# Skiing near Eiseman hut



## shantyman (Jan 23, 2006)

Im headed to Eiseman for the first time. I ve heard the terrain is superb. Anyone got any suggestions

Thanks, Jeff


----------



## El Flaco (Nov 5, 2003)

Start pretty early- it's a long slog in. However, once you get there it will be blissfully obvious where the best skiing is. Walk out the the porch, look stright ahead, look left, look right: That's where the best skiing is. 

There are some steeper aspects along a knife ridge to the west, but I can't see a reason for going way out there with what's within a few feet of the house. Follow the trail out the back - it curves around to the west and straddles a ridge with steep shots to the south and extremely steep stuff to the north. We set off a small slab testing out one of the chutes along the ridge, so keep that in mind.

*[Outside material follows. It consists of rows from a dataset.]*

def to_pp(long, *, by, studyid=None, specimen=None, reference_times=None, keys=None, not_computed="keep"):
    """PP domain records from the long parameter table of a run.

    Parameters
    ----------
    long : DataFrame
        ``res.to_long()``: the ``by`` columns, PPTESTCD, PPTEST, value, unit,
        PPSTINT, PPENINT (and the other columns it has, unused here).
    by : list of str
        The profile keys of the run; must include the subject column.
    studyid : str, optional
        STUDYID for every record; else the STUDYID column of ``by`` or of
        ``reference_times``.
    specimen : str, optional
        PPSPEC for every record when no ``by`` column holds the specimen.
    reference_times : DataFrame or dict, optional
        The table :func:`pkwidgets.read_sdtm` returned (or any table with
        the subject column, other key columns, ``dose_datetime`` and
        optionally STUDYID and PCTEST), or a dict subject -> date-time:
        gives PPRFTDTC, and STUDYID / the PCTEST name for PPCAT.
    keys : dict, optional
        Which ``by`` column gives USUBJID, PPCAT and PPSPEC (defaults
        ``{"USUBJID": "USUBJID", "PPCAT": "PCTESTCD", "PPSPEC": "PCSPEC"}``).
        Other ``by`` columns go into PPGRPID, which ties a profile's records.
    not_computed : {"keep", "omit"}
        A parameter that is NaN is kept with PPSTAT "NOT DONE" and PPREASND
        "NOT CALCULABLE FROM THE DATA" (see the run's QC flags for why), or omitted.

    Returns
    -------
    DataFrame
        Columns :data:`PP_LABELS` in SDTMIG order, one row per profile and
        parameter (per interval for AUCINT), leaving out pkwidgets' own codes
        that are not CDISC terms (the 95 % bounds); PPSEQ numbers a subject's
        records from 1; units in the CDISC ASCII form (:func:`cdisc_unit`);
        PPORRES = PPSTRESC, PPORRESU = PPSTRESU (no conversion is made).
    """
    if not_computed not in NOT_COMPUTED:
        raise ValueError(f"The 'not_computed' option must be one of {NOT_COMPUTED}; got {not_computed!r}.")
    by, mapping = _resolve_keys(by, keys)
    need = by + ["PPTESTCD", "PPTEST", "value", "unit"]
    missing = [c for c in need if c not in long.columns]
    if missing:
        raise ValueError(f"long must be the table of res.to_long(); columns {missing} are missing.")
    own = long["PPTESTCD"].astype(str).map(lambda c: c in PARAMETERS and not PARAMETERS[c].cdisc)
    long = long.loc[~own.to_numpy()].reset_index(drop=True)  # pkwidgets' own codes (95 % bounds) are not PP terms
    part = long["PPTESTCD"].astype(str).eq("AUCINT")
    if part.any() and ("PPSTINT" not in long or long.loc[part, "PPSTINT"].fillna("").eq("").any()):
        raise ValueError("partial areas (AUCINT) need their interval in PPSTINT/PPENINT: run nca with units= "
                         "(the time unit) so that to_long() gives them as ISO 8601 durations.")
    ref, join = _reference(reference_times, by, mapping["USUBJID"])
    keys_frame, ids = _profiles(long, by, mapping, studyid, specimen, ref, join)
    pos = pd.MultiIndex.from_frame(keys_frame.astype(str)).get_indexer(
        pd.MultiIndex.from_frame(long[by].astype(str)))
    rows = ids.iloc[pos].reset_index(drop=True)
    value = pd.to_numeric(long["value"], errors="coerce").to_numpy(dtype=float)
    text = [_number_text(v) for v in value]
    unit = [cdisc_unit(u) for u in long["unit"].fillna("").astype(str)]
    interval = [long[c].fillna("").astype(str).to_numpy() if c in long.columns else "" for c in ("PPSTINT", "PPENINT")]
    pp = pd.DataFrame({
        "STUDYID": rows["STUDYID"], "DOMAIN": "PP", "USUBJID": rows["USUBJID"], "PPSEQ": 0,
        "PPGRPID": rows["PPGRPID"], "PPTESTCD": long["PPTESTCD"].astype(str).to_numpy(),
        "PPTEST": long["PPTEST"].astype(str).to_numpy(), "PPCAT": rows["PPCAT"], "PPSCAT": "NON-COMPARTMENTAL",
        "PPORRES": text, "PPORRESU": unit, "PPSTRESC": text, "PPSTRESN": value, "PPSTRESU": unit,
        "PPSTAT": np.where(np.isnan(value), "NOT DONE", ""),
        "PPREASND": np.where(np.isnan(value), _NOT_DONE_REASON, ""),
        "PPSPEC": rows["PPSPEC"], "PPRFTDTC": rows["PPRFTDTC"], "PPSTINT": interval[0], "PPENINT": interval[1]})
    pp["_profile"], pp["_order"] = pos, np.arange(len(pp))
    if not_computed == "omit":
        pp = pp.loc[~np.isnan(value)]
    pp = pp.sort_values(["USUBJID", "_profile", "_order"], kind="stable")
    pp["PPSEQ"] = pp.groupby("USUBJID").cumcount() + 1
    return pp.drop(columns=["_profile", "_order"]).reset_index(drop=True)[list(PP_LABELS)]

Enjoy- I haven't done that many hut trips, but I find it hard to imagine a better one.


----------



## ENDOMADNESS (Jun 21, 2005)

*perfect*

ShantyClaus---ElFalco said it perfectly....heed all his advice. Best Hut for sure.


----------



## sandbagger (Feb 1, 2006)

Ditto.

I will reiterate the "start early" for extra emphasis. Eiseman is probably the second hardest hut to get to in the system. Also, if going up SPraddle Creek, keep looking to the left for a blue diamond on a tree some 30-40 feet off the road. The trail leaves the road and it is not at all obvious if the trail hasn't been broken, it's very easy to have your head down and keep skiing up the road.

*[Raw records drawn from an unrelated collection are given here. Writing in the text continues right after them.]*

def _choose(rows, column, wanted, option, name):
    """Rows whose ``column`` is one of ``wanted`` (case-insensitive); error if none matches."""
    if wanted is None:
        return rows
    wanted = [wanted] if isinstance(wanted, str) else list(wanted)
    have = _text(rows, column)
    keep = have.str.upper().isin([w.upper() for w in wanted])
    if not keep.any():
        raise InputDataError(f"{name}: {option}={wanted!r} matches no {column} value; the values are "
                             f"{sorted(set(have))}.", column=column)
    return rows.loc[keep]


def _doses(ex):
    """EX records as doses: subject, instant, order, amount, unit, route; and subjects whose doses cannot be ordered."""
    when, date_only, problem = parse_datetimes(_text(ex, "EXSTDTC"))
    d = pd.DataFrame({
        "USUBJID": _text(ex, "USUBJID").to_numpy(), "dose_dt": when.to_numpy(), "date_only": date_only,
        "dose": _number(ex, "EXDOSE"), "dose_unit": _text(ex, "EXDOSU").to_numpy(),
        "route": _text(ex, "EXROUTE").to_numpy(), "EXTRT": _text(ex, "EXTRT").to_numpy(),
        "dose_datetime": _text(ex, "EXSTDTC").to_numpy(), "STUDYID": _text(ex, "STUDYID").to_numpy(),
        "ex_row": np.arange(len(ex)), "problem": problem})
    bad = d.loc[d["problem"] != ""]
    unordered = {s: f"EX row {int(r.ex_row)} of this subject has EXSTDTC {r.dose_datetime!r} "
                    f"({r.problem}), so its doses cannot be ordered" for s, r in
                 bad.drop_duplicates("USUBJID").set_index("USUBJID").iterrows()}
    d = d.loc[d["problem"] == ""].sort_values(["USUBJID", "dose_dt", "ex_row"], kind="stable")
    d["dose_number"] = d.groupby("USUBJID").cumcount() + 1
    d["same_time"] = d.duplicated(["USUBJID", "dose_dt"], keep=False)
    return d.reset_index(drop=True), unordered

As for skiing there, yeah, it's obvious. Right out fron is great, steeper shots on the same slope can be had by climbing up the ridge skiers left. You can't screw this up.


----------



## shantyman (Jan 23, 2006)

Thanks for the beta. 
Jeff


----------



## sandbagger (Feb 1, 2006)

whoops, I said climbing up the ridge skiers left. It's skiers right, lookers left. But you woulda figgered that out.

Enjoy!!!


----------